A major issue for critical readers of Richard Llewellyn’s How Green Was My Valley is determining if the novel belongs to the tradition of realism, as some critics have stated, or of romance, as others believe. In fact, the novel is the rare combination of the two. This nostalgic and sentimental novel honors the traditions of the past, but the romance is overlaid with a fineness of detail that conjures the particular feeling of life in a Welsh coal-mining town.
How Green Was My Valley belongs to the tradition of the Adamic myth, in which a character falls from his blissful innocence into uncertainty. The setting of the novel, identified only as “the Valley,” lends credibility to this analysis. A reader will be hard put to identify the exact setting. The events occur in a Welsh coal-mining community, but historical events of the world outside the Valley never intrude on the lives of the characters. The story seems to take place in a gauzy, timeless era when life was less complicated and better. Only scant references to Winston Churchill, the home secretary of Great Britain, and a slight allusion to the Boer Wars identify the time of the novel as the beginning of the twentieth century. The Valley is a world unto itself, and all that one needs to live a good and proper life can be found there.
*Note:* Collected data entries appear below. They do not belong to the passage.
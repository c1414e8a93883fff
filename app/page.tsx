import Link from "next/link";
import { HeroDiagram } from "@/components/landing/hero-diagram";

const BENCH_STEPS = [
  {
    title: "Capsule and bias",
    text: "Capsule capacitance and polarisation, the gigaohm bias network, electret or externally polarised.",
  },
  {
    title: "Impedance converter",
    text: "JFET, valve or bipolar follower with its operating point, region and small-signal values shown as you edit.",
  },
  {
    title: "Output and destination",
    text: "Transformer or transformerless output, phantom powering, then the cable and the console input it must drive.",
  },
];

const FIGURES = [
  { name: "Sensitivity", unit: "mV/Pa · dB re 1 V/Pa", note: "open-circuit, at 1 kHz, into the chosen load" },
  { name: "Self-noise", unit: "dB(A) SPL", note: "A-weighted per IEC 61672-1, referred through the sensitivity" },
  { name: "Corners", unit: "Hz", note: "−3 dB low and high, found on the response itself" },
  { name: "Output impedance", unit: "Ω", note: "at 1 kHz, every drive off" },
  { name: "Polarity", unit: "in / inverting", note: "a positive pressure against the output's sign" },
  { name: "Spread", unit: "mean · σ · 5–95 %", note: "Monte Carlo over each part's tolerance" },
];

const REVIEW_POINTS = [
  "Every save is a revision nobody can silently overwrite.",
  "Reviewers remark on a part, a net, a frequency range or a figure, then decide.",
  "Measurements from the bench are laid over the simulation, with the deviation in a band.",
  "A bench link opens one revision read-only with its live simulation.",
];

export default function LandingPage() {
  return (
    <>
      <section className="border-b border-rule">
        <div className="mx-auto grid max-w-6xl items-center gap-10 px-4 py-12 sm:px-6 md:grid-cols-[1.1fr_1fr] md:py-20">
          <div>
            <p className="mb-3 font-mono text-xs uppercase tracking-[0.2em] text-brass-deep">
              Condenser-microphone electronics
            </p>
            <h1 className="text-4xl font-bold leading-[1.05] text-ink sm:text-5xl">
              Sign off the front end before you solder it.
            </h1>
            <p className="mt-5 max-w-xl text-lg text-ink-soft">
              Draw the capsule, bias network, impedance converter and output stage on the bench. Backplate solves it in
              your browser and gives the figures a design is signed off on: response into real loads, sensitivity,
              self-noise in dB(A), output impedance, polarity and tolerance spread.
            </p>
            <div className="mt-8 flex flex-wrap gap-3">
              <Link
                href="/#bench"
                className="rounded-md bg-ink px-5 py-2.5 font-medium text-paper hover:bg-graphite"
              >
                How the bench works
              </Link>
              <Link
                href="/#figures"
                className="rounded-md border border-ink px-5 py-2.5 font-medium text-ink hover:bg-paper-deep"
              >
                The figures you get
              </Link>
            </div>
          </div>
          <HeroDiagram />
        </div>
      </section>

      <section id="bench" className="mx-auto max-w-6xl scroll-mt-20 px-4 py-14 sm:px-6">
        <h2 className="text-2xl font-bold sm:text-3xl">Draw it on the bench</h2>
        <p className="mt-2 max-w-2xl text-ink-soft">
          Parts from the tray, wires between pins, values typed the way they are printed — 4k7, 2n2, 1G, 50 pF — and the
          solver answers while you type.
        </p>
        <ol className="mt-8 grid gap-4 md:grid-cols-3">
          {BENCH_STEPS.map((step, index) => (
            <li key={step.title} className="rounded-lg border border-rule bg-paper p-5">
              <span className="font-mono text-sm text-brass-deep">0{index + 1}</span>
              <h3 className="mt-1 text-lg font-bold">{step.title}</h3>
              <p className="mt-2 text-ink-soft">{step.text}</p>
            </li>
          ))}
        </ol>
      </section>

      <section id="figures" className="scroll-mt-20 border-y border-rule bg-paper-deep">
        <div className="mx-auto max-w-6xl px-4 py-14 sm:px-6">
          <h2 className="text-2xl font-bold sm:text-3xl">The figures you sign off</h2>
          <dl className="mt-8 grid gap-px overflow-hidden rounded-lg border border-rule bg-rule sm:grid-cols-2 lg:grid-cols-3">
            {FIGURES.map((figure) => (
              <div key={figure.name} className="bg-paper p-5">
                <dt className="font-display text-lg font-bold">{figure.name}</dt>
                <dd className="mt-1 font-mono text-sm text-trace">{figure.unit}</dd>
                <dd className="mt-2 text-sm text-ink-soft">{figure.note}</dd>
              </div>
            ))}
          </dl>
          <div className="mt-10 rounded-lg bg-ink p-5 text-paper">
            <p className="text-sm text-paper/70">The same solver runs headless, for test and production pipelines:</p>
            <pre className="mt-2 overflow-x-auto font-mono text-sm text-brass-light">
              <code>npm run --silent sim -- design.json --variant pad</code>
            </pre>
          </div>
        </div>
      </section>

      <section id="reviews" className="mx-auto max-w-6xl scroll-mt-20 px-4 py-14 sm:px-6">
        <h2 className="text-2xl font-bold sm:text-3xl">Review on real circuits</h2>
        <p className="mt-2 max-w-2xl text-ink-soft">
          Seniors teach on the designs the team actually builds; juniors read along with a viewer's seat.
        </p>
        <ul className="mt-6 grid gap-3 sm:grid-cols-2">
          {REVIEW_POINTS.map((point) => (
            <li key={point} className="flex gap-3 rounded-md border border-rule p-4">
              <span aria-hidden="true" className="mt-1.5 h-2 w-2 shrink-0 rounded-full bg-trace" />
              <span>{point}</span>
            </li>
          ))}
        </ul>
      </section>

      <section id="safety" className="mx-auto max-w-6xl scroll-mt-20 px-4 pb-16 sm:px-6">
        <div className="rounded-lg border-l-4 border-caution bg-caution-bg p-5" role="note" aria-label="Safety caution">
          <h2 className="text-lg font-bold text-caution">Caution: lethal voltages</h2>
          <p className="mt-2 text-ink">
            Valve supplies of hundreds of volts and polarisation supplies can kill. Capacitors hold charge after power is
            removed and can recover charge after discharge; phantom power can damage equipment and hearing when
            hot-plugged. A simulation is not a safety assessment: work to your local electrical codes and qualified
            practice.
          </p>
        </div>
      </section>
    </>
  );
}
The narrator, Huw Morgan, tells the story of his growing up, and his story, moving from innocence to experience, corresponds to the history of the Valley. It, too, is moving from a past grounded in tradition to an uncertain future. While Huw is as much a product of the Valley as his coal-mining neighbors, he is detached somewhat in his role of observer. His education, first obtained as a bookish child confined to a bed for a long period and later augmented at a National School outside the Valley, sets him apart from rustic folk of the Valley.
Huw declines to take the examination for entrance to the university and decides to become a miner like his brothers. Huw’s entrance into the mine marks the point between boyhood and manhood. It is no accident that Huw fails as a coal miner and instead becomes a skilled carpenter, a trade he learns at the side of Mr. Gruffydd, the minister. This trade is appropriate for “Christlike” Huw, a human of great kindness. Huw’s compassionate point of view serves as a striking foil to the dominating patriarchal culture of the Valley. One scene that particularly illustrates this tension occurs in church when Huw publicly questions the deacons’ decision to banish an unwed pregnant woman from the congregation.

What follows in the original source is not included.